Fovea Hex
The Salt Garden III 10″/MCD
(Janet Records/Headphone Dust/Die Stadt DS121)

Ein leuchtender Stern am schwarzen Himmel unserer Zeit = Clodagh Simonds. Man kann nur dankbar sein, für diese stellare Musik, für diese ätherischen Töne, die das Gemüt wohltuend umspülen. Pathos muss an dieser Stelle sein, denn die Musik von Fovea Hex lebt von Pathos in seiner einzig zulässigen Form: der Übertreibung in der Musik. The Salt Garden III (benannt nach Margaret Atwood?) schließt als 10″ und CD-Single die Sammlung kurzer und eindrücklicher Lieder von Clodagh Simonds ab. Auf der dritten Folge sind vier Tracks enthalten, davon ein Instrumental und eine mit einem Chor eingespielte Nummer. The Land’s Alight erklang in einer rauen Fassung bereits auf dem von aufabwegen organisierten Geräuschwelten-Festival in Münster im Jahr 2016 – irgend einen Vorteil muss die Plackerei ja haben! Ein wunderschöner in zarte Pulse gegossener Seufzer. Gefolgt von einem bedeckten Piano/Streich-Instrumental in anthroposophischen Moll-Farben. Die zweite Seite der 10″ hat es in sich, hier kommen zwei absolut zeitlos traurige, sehr deepe Stücke.

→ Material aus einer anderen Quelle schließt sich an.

"""The benchmarks: a table of ratios against baselines of the same run, into docs/benchmarks.md.

    python -m tests.benchmarks [--largest 100000] [--output docs/benchmarks.md]

Times are those of the processor, so that a busy machine tells the same ratios; the wall time
stands beside them. What a user would start is started: a process, from the cold interpreter to the
printed answer. Memory is the largest resident size of that process. Nothing fails here.
"""

from __future__ import annotations

import argparse
import os
import platform
import sqlite3
import sys
import tempfile
import time
from collections.abc import Callable
from dataclasses import dataclass
from importlib.metadata import version
from pathlib import Path

import numpy as np

from motorfolio.catalog.reading import ReadOptions, read
from motorfolio.catalog.requirement.file import saved
from motorfolio.catalog.requirement.read import read_requirement
from motorfolio.catalog.search.choice import Judge, best_of
from motorfolio.catalog.search.fleet import load_fleet
from motorfolio.catalog.store import Catalog
from motorfolio.catalog.tables import read_tables
from motorfolio.schema.reconcile.run import reconcile

from .baselines import fit_a_motor_at_a_time
from .search import CYCLE, POINT, SQL, best, made, plain_python
from .sheets import columns, sheet

ROOT = Path(__file__).parent.parent.parent
FIRST = """\
import atexit, os, sys
sys.modules['pandas'] = None
def memory():
    with open('/proc/self/status') as told, open(os.environ['MEMORY_TO'], 'w') as out:
        out.write(next(line.split()[1] for line in told if line.startswith('VmHWM')))
atexit.register(memory)
"""
"""What a child runs first. It tells its own largest resident size, as what the system tells the
parent (ru_maxrss) counts the parent's pages too; and it hides pandas, a tool of the tests here,
which sqlite-utils would load: a second more for either side."""
PROGRAM = "import sys; from motorfolio.catalog.cli import main; sys.exit(main(sys.argv[1:]))"
BARE_CLICK = (
    "import sys, click\n"
    "@click.group()\n"
    "def group(): 'A group.'\n"
    "for name in ('import', 'check', 'show', 'search'):\n"
    "    @group.command(name)\n"
    "    def command(): 'A command.'\n"
    "group(['--help'])"
)
SQL_PROCESS = (
    "import sqlite3, sys; c = sqlite3.connect(sys.argv[1])\n"
    "print(c.execute(sys.argv[2], {'w': 314.159265}).fetchall())"
)
ONE_MOTOR = "SELECT * FROM motors WHERE part_number = 'EX-0000500'"
TEXTS = (
    "import sys; from pathlib import Path; from tests.benchmarks.baselines import insert_texts\n"
    "insert_texts(Path(sys.argv[1]), Path(sys.argv[2]))"
)
PINT = (
    "import sys; from pathlib import Path; from tests.benchmarks.baselines import pint_a_cell\n"
    "pint_a_cell(Path(sys.argv[1]), int(sys.argv[2]))"
)


@dataclass
class Run:
    """A process: seconds of processor and of the wall, megabytes of memory at most."""

    cpu: float
    wall: float
    memory: float


def process(code: str, *words: object, rounds: int = 3) -> Run:
    """The fastest of some runs of a Python process; its exit status may be 0 or 1."""
    runs = []
    with tempfile.TemporaryDirectory() as folder:
        told = Path(folder) / "memory"
        surroundings = {**os.environ, "MEMORY_TO": str(told)}
        surroundings.pop("PYTHONDONTWRITEBYTECODE", None)  # an installed program is compiled
        command = [sys.executable, "-c", FIRST + code, *map(str, words)]
        null = os.open(os.devnull, os.O_RDWR)
        files = [(os.POSIX_SPAWN_DUP2, null, stream) for stream in (0, 1, 2)]
        for _ in range(rounds):
            start = time.perf_counter()
            pid = os.posix_spawn(sys.executable, command, surroundings, file_actions=files)
            _, status, used = os.wait4(pid, 0)
            wall = time.perf_counter() - start
            if os.waitstatus_to_exitcode(status) not in (0, 1):
                raise SystemExit(f"a benchmark's process ended with {status}: {words}")
            memory = int(told.read_text(encoding="utf-8")) / 1024
            runs.append(Run(used.ru_utime + used.ru_stime, wall, memory))
        os.close(null)
    return min(runs, key=lambda run: run.cpu)


class Table:
    """Rows of the result, printed as they come."""

    def __init__(self) -> None:
        self.lines = [
            "| work | motors | processor time | wall | memory | baseline | its time | ratio | "
            "target |",
            "| --- | ---: | ---: | ---: | ---: | --- | ---: | ---: | --- |",
        ]

    def add(
        self, work: str, motors: int, run: Run, baseline: str = "", its: float = 0.0,
        target: str = "", faster: bool = False,
    ) -> None:  # fmt: skip
        """faster: the ratio says how many times faster than the baseline, else how many times
        its time."""
        ratio = ""
        if its:
            ratio = f"{its / run.cpu:.3g}× faster" if faster else f"{run.cpu / its:.2f}×"
        self.line(work, f"{motors:,}".replace(",", " ") if motors else "", seconds(run.cpu),
                  seconds(run.wall), f"{run.memory:.0f} MB" if run.memory else "", baseline,
                  seconds(its) if its else "", ratio, target)  # fmt: skip

    def line(self, *cells: str) -> None:
        self.lines.append("| " + " | ".join(cells) + " |")
        print(self.lines[-1], flush=True)


def seconds(t: float) -> str:
    """A time to three digits: 12 ms, 3.41 s."""
    return f"{t * 1000:.3g} ms" if t < 1 else f"{t:.3g} s"


def here(work: Callable[[], object], rounds: int = 1) -> Run:
    """Work done in this process."""
    start = time.perf_counter()
    cpu = best(work, rounds)
    return Run(cpu, (time.perf_counter() - start) / rounds, 0)


def imports(table: Table, folder: Path, largest: int) -> None:
    for motors in (n for n in (1000, 10_000, 100_000, 1_000_000) if n <= max(largest, 10_000)):
        csv_file, catalog = sheet(folder / f"{motors}.csv", motors), folder / "i.sqlite"
        catalog.unlink(missing_ok=True)
        rounds = 1 if motors > 10_000 else 3
        run = Run(np.inf, 0, 0)
        for _ in range(rounds):
            catalog.unlink(missing_ok=True)
            again = process(PROGRAM, "import", csv_file, "--catalog", catalog, rounds=1)
            run = min(run, again, key=lambda r: r.cpu)
        work = "import of a CSV, 25 figures a motor"
        if motors in (10_000, 100_000):
            few, many = (process(PINT, csv_file, n, rounds=2).cpu for n in (50, 550))
            pint = (many - few) / 500 * motors
            table.add(work, motors, run, "pint's parser a cell (500 rows timed)", pint,
                      "≥ 20× faster", faster=True)  # fmt: skip
        else:
            table.add(work, motors, run, target="≤ 500 MB" if motors == 1_000_000 else "")
        if motors == 10_000:
            raw = folder / "raw.sqlite"
            texts = Run(np.inf, 0, 0)
            for _ in range(rounds):
                raw.unlink(missing_ok=True)
                texts = min(texts, process(TEXTS, csv_file, raw, rounds=1), key=lambda r: r.cpu)
            table.add(work, motors, run, "sqlite-utils insert_all of the texts", texts.cpu,
                      "≤ 3×")  # fmt: skip
            show(table, catalog)
        size, printed = catalog.stat().st_size, csv_file.stat().st_size
        table.line("size of that catalog", f"{motors:,}".replace(",", " "), "", "",
                   f"{size / 1e6:.1f} MB", "the CSV", f"{printed / 1e6:.2f} MB",
                   f"{size / printed:.2f}×", "≤ 8×")  # fmt: skip
        reconciling(table, csv_file, motors)
        if motors > 10_000:
            csv_file.unlink()
        catalog.unlink()


def show(table: Table, catalog: Path) -> None:
    """The small commands, on the catalog of ten thousand."""
    bare = process(BARE_CLICK, rounds=9)
    table.add("--help", 0, process(PROGRAM, "--help", rounds=9), "a bare click group", bare.cpu,
              "≤ 1.2×")  # fmt: skip
    query = process(SQL_PROCESS, catalog, ONE_MOTOR, rounds=9)
    shown = process(PROGRAM, "show", "EX-0000500", "--catalog", catalog, rounds=9)
    table.add("show of one motor", 10_000, shown, "a bare sqlite3 query process", query.cpu, "≤ 4×")


def reconciling(table: Table, csv_file: Path, motors: int) -> None:
    if motors > 100_000:
        return
    batches = list(read(read_tables(csv_file, None), ReadOptions()).batches)
    run = here(lambda: [reconcile(batch) for batch in batches], 4 if motors <= 10_000 else 1)
    if motors != 10_000:
        table.add("reconcile, with causes", motors, run)
        return
    some = 200
    start = time.process_time()
    fit_a_motor_at_a_time(columns(motors), some)
    slow = (time.process_time() - start) / some * motors
    table.add("reconcile, with causes", motors, run,
              f"scipy least squares a motor ({some} timed)", slow, "≥ 100× faster",
              faster=True)  # fmt: skip


def searches(table: Table, folder: Path, largest: int) -> None:
    point, cycle = read_requirement(POINT), read_requirement(CYCLE)
    files = {}
    for name, requirement in (("point", point), ("cycle", cycle)):
        files[name] = folder / f"{name}.toml"
        files[name].write_text(saved(requirement), encoding="utf-8")
    for motors in (n for n in (1000, 10_000, 100_000, 1_000_000) if n <= max(largest, 10_000)):
        catalog = made(folder / "s.sqlite", motors)
        rounds = 3 if motors <= 100_000 else 2
        words = ("--catalog", catalog, "--json", "--limit", 20)
        run = process(PROGRAM, "search", "--requirement", files["point"], *words, rounds=rounds)
        sql = process(SQL_PROCESS, catalog, SQL, rounds=rounds)
        table.add("search at a point, cold process", motors, run,
                  "one SQL statement, cold process", sql.cpu,
                  "≤ 3×, ≤ 500 MB" if motors == 1_000_000 else "")  # fmt: skip
        if motors == 100_000:
            run = process(PROGRAM, "search", "--requirement", files["cycle"], *words, rounds=1)
            table.add("search, ten segments, ratio range, cold process", motors, run)
            with Catalog.open(catalog) as opened:
                fleet = load_fleet(opened, cycle)
            ratios = np.geomspace(3, 40, 25)
            vector = here(
                lambda fleet=fleet, ratios=ratios: best_of(
                    Judge(cycle), fleet.machines, ratios, periodic=False
                ),
                2,
            )
            some = fleet.machines.take(np.arange(200))
            slow = here(lambda some=some, ratios=ratios: plain_python(some, cycle, ratios.tolist()))
            table.add("ten segments at 25 ratios", motors, vector,
                      "plain Python a motor (200 timed)", slow.cpu / 200 * motors,
                      "≥ 50× faster", faster=True)  # fmt: skip
        catalog.unlink()


def machine() -> str:
    """What it ran on, without names or paths."""
    model = platform.machine()
    cpuinfo = Path("/proc/cpuinfo")
    if cpuinfo.exists():
        for line in cpuinfo.read_text(encoding="utf-8").splitlines():
            if line.startswith("model name"):
                model = line.partition(":")[2].strip()
                break
    packages = ", ".join(
        f"{name} {version(name)}" for name in ("numpy", "pint", "scipy", "sqlite-utils", "click")
    )
    return (
        f"{os.cpu_count()} processors ({model}), {platform.system()}, "
        f"Python {platform.python_version()}, SQLite {sqlite3.sqlite_version}, {packages}; "
        f"load average when it ended: {os.getloadavg()[0]:.1f}."
    )


INTRODUCTION = """\
# Benchmarks

Written by `make bench`. Each ratio is against a baseline of the same run on the same machine;
times are of the processor, the fastest of some rounds, the wall time is that of the same round.
Commands are whole processes: interpreter, imports (of compiled modules, as an installed program has
them), work and output. Every motor has 25 figures;
3 % of the motors that are imported print a wrong torque constant, so that causes are sought.
Baselines stand in `tests/benchmarks/`.
"""


def main() -> int:
    parser = argparse.ArgumentParser(description=__doc__.splitlines()[0])
    parser.add_argument("--largest", type=int, default=100_000)
    parser.add_argument("--output", type=Path, default=ROOT / "docs" / "benchmarks.md")
    told = parser.parse_args()
    table = Table()
    print("\n".join(table.lines))
    with tempfile.TemporaryDirectory() as name:
        imports(table, Path(name), told.largest)
        searches(table, Path(name), told.largest)
    text = "\n".join([INTRODUCTION, *table.lines, "", machine(), ""])
    told.output.write_text(text, encoding="utf-8")
    return 0


if __name__ == "__main__":
    sys.exit(main())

A Million Fires setzt einen kräftigen Choral in ein Bett aus fragilen Harmonium-Akkorden und liefert mit den Lyrics „Don’t worry – I have a million fires for you / you just call my name.“ eine Phrase, die man sich einfach gerne an die Wand hängen würde. The Given Heat scheint von der Aufklärung der Gedanken zu handeln, vielleicht auch vom Kampf gegen Trübsal und ähnlichen Bürden. Text und Klang sind auf ungewöhnliche Weise miteinander verbunden, bis in einem drängen Vielklang die Auflösung folgt und die Sonne durch die Wolken gebrochen ist. Wunderbar! In der limitierten Fassung der 10″ gibt es zusätzlcih zur dreingegebenen CD-Single eine weitere MCD mit vier Remixes von Steven Wilson, der ja gemeinsam mit Jochen Schwarz auch für die Herausbringung der Musik von Fovea Hex verantwortlich zeichnet. Diese Remixes oder vielmehr Neuinterpretationen greifen die schwebenden Elemente der Originalstücke auf und verstärken diese zu kammermusikalischen oder synthetischen kleinen Perlen; manchmal unter beibehaltung von stimmlichen Fragmenten, manchmal als träumerische Instrumentals. Insgesamt wirklich eine im Wortsinn schöne und dezidiert weiche Musik, die so gar nicht in unsere coole und vermeintlich aufgeklärte Zeit passen will.